*Activity:* In the data below, which lines hold the word "pixels"? Copy them.

*Information supplied:*
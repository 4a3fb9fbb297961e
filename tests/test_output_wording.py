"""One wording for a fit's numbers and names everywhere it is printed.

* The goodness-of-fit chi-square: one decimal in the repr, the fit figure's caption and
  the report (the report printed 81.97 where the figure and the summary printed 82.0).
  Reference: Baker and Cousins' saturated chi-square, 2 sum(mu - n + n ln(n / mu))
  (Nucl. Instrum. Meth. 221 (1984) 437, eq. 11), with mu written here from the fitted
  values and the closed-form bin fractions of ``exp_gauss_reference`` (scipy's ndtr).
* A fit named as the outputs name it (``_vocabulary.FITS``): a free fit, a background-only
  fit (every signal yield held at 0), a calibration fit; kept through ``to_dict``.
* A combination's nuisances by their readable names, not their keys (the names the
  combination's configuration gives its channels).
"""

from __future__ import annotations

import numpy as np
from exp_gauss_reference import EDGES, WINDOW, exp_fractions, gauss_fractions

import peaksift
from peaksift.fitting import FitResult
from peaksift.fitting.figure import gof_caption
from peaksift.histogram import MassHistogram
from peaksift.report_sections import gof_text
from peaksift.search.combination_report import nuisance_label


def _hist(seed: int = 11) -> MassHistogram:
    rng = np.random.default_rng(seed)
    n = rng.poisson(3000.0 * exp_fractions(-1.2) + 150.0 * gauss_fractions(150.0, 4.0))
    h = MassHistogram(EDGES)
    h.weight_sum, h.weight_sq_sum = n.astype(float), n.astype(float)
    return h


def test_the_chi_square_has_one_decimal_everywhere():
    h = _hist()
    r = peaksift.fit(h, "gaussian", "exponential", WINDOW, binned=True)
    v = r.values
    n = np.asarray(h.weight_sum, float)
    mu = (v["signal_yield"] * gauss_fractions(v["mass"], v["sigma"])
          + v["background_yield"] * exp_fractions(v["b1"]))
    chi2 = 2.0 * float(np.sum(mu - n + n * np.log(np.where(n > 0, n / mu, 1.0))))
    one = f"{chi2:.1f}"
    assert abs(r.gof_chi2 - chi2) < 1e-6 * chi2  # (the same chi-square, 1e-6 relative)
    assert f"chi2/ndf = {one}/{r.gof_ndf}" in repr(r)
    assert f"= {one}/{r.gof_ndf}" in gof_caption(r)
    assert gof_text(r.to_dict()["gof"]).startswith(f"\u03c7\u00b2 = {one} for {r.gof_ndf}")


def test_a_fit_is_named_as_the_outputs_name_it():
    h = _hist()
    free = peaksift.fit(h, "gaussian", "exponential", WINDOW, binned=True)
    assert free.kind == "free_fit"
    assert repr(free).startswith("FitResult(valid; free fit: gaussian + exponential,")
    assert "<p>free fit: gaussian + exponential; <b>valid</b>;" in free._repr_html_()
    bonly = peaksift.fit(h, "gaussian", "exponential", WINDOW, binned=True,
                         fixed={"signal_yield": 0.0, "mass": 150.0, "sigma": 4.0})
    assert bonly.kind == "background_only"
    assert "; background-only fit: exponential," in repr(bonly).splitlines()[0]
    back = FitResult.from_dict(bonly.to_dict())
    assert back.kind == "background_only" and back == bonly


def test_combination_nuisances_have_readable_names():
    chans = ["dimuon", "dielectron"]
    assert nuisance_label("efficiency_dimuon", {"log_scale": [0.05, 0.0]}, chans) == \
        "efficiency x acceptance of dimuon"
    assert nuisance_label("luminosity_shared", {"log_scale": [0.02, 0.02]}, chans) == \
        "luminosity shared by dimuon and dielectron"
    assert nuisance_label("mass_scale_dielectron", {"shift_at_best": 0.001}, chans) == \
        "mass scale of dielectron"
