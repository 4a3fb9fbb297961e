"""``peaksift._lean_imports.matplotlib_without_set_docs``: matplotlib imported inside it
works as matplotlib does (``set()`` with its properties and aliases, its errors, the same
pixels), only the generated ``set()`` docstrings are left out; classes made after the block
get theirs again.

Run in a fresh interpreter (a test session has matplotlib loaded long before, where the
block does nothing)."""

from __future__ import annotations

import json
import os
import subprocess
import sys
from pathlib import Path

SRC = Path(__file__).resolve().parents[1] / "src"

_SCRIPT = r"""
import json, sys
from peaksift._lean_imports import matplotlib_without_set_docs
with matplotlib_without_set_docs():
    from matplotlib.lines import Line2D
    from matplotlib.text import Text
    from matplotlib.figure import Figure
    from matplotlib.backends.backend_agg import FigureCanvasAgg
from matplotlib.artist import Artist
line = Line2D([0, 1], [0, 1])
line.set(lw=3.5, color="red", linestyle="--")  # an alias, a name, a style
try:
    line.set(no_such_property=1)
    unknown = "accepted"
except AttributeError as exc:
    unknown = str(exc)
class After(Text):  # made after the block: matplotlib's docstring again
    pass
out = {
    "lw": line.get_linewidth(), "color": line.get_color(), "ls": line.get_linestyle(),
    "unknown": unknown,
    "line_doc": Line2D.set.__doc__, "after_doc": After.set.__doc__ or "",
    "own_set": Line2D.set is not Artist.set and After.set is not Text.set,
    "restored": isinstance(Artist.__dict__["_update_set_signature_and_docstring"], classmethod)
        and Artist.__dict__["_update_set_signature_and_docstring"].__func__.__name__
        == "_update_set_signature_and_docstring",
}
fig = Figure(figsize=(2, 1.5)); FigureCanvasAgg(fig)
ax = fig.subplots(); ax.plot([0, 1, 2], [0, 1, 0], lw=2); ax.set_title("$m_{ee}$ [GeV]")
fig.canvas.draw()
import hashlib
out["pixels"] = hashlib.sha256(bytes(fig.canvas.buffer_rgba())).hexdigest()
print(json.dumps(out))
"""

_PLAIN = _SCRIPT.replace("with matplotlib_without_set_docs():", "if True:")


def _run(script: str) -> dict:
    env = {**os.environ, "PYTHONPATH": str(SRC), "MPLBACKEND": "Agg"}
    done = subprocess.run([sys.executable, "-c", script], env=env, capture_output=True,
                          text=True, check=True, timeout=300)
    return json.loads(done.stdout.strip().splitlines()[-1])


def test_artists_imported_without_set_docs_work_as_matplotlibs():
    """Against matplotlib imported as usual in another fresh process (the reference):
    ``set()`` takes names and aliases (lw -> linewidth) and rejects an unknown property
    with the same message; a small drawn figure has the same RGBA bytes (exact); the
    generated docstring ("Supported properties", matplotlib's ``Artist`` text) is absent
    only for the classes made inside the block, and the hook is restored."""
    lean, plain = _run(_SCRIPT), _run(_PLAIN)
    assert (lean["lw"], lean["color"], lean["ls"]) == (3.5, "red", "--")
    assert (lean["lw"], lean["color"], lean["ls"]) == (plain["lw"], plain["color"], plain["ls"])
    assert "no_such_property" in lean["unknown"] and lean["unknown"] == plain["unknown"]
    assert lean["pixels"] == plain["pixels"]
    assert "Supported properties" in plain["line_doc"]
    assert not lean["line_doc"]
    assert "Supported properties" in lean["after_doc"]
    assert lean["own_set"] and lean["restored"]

*Response area:*
pixels), only the generated ``set()`` docstrings are left out; classes made after the block
out["pixels"] = hashlib.sha256(bytes(fig.canvas.buffer_rgba())).hexdigest()
    assert lean["pixels"] == plain["pixels"]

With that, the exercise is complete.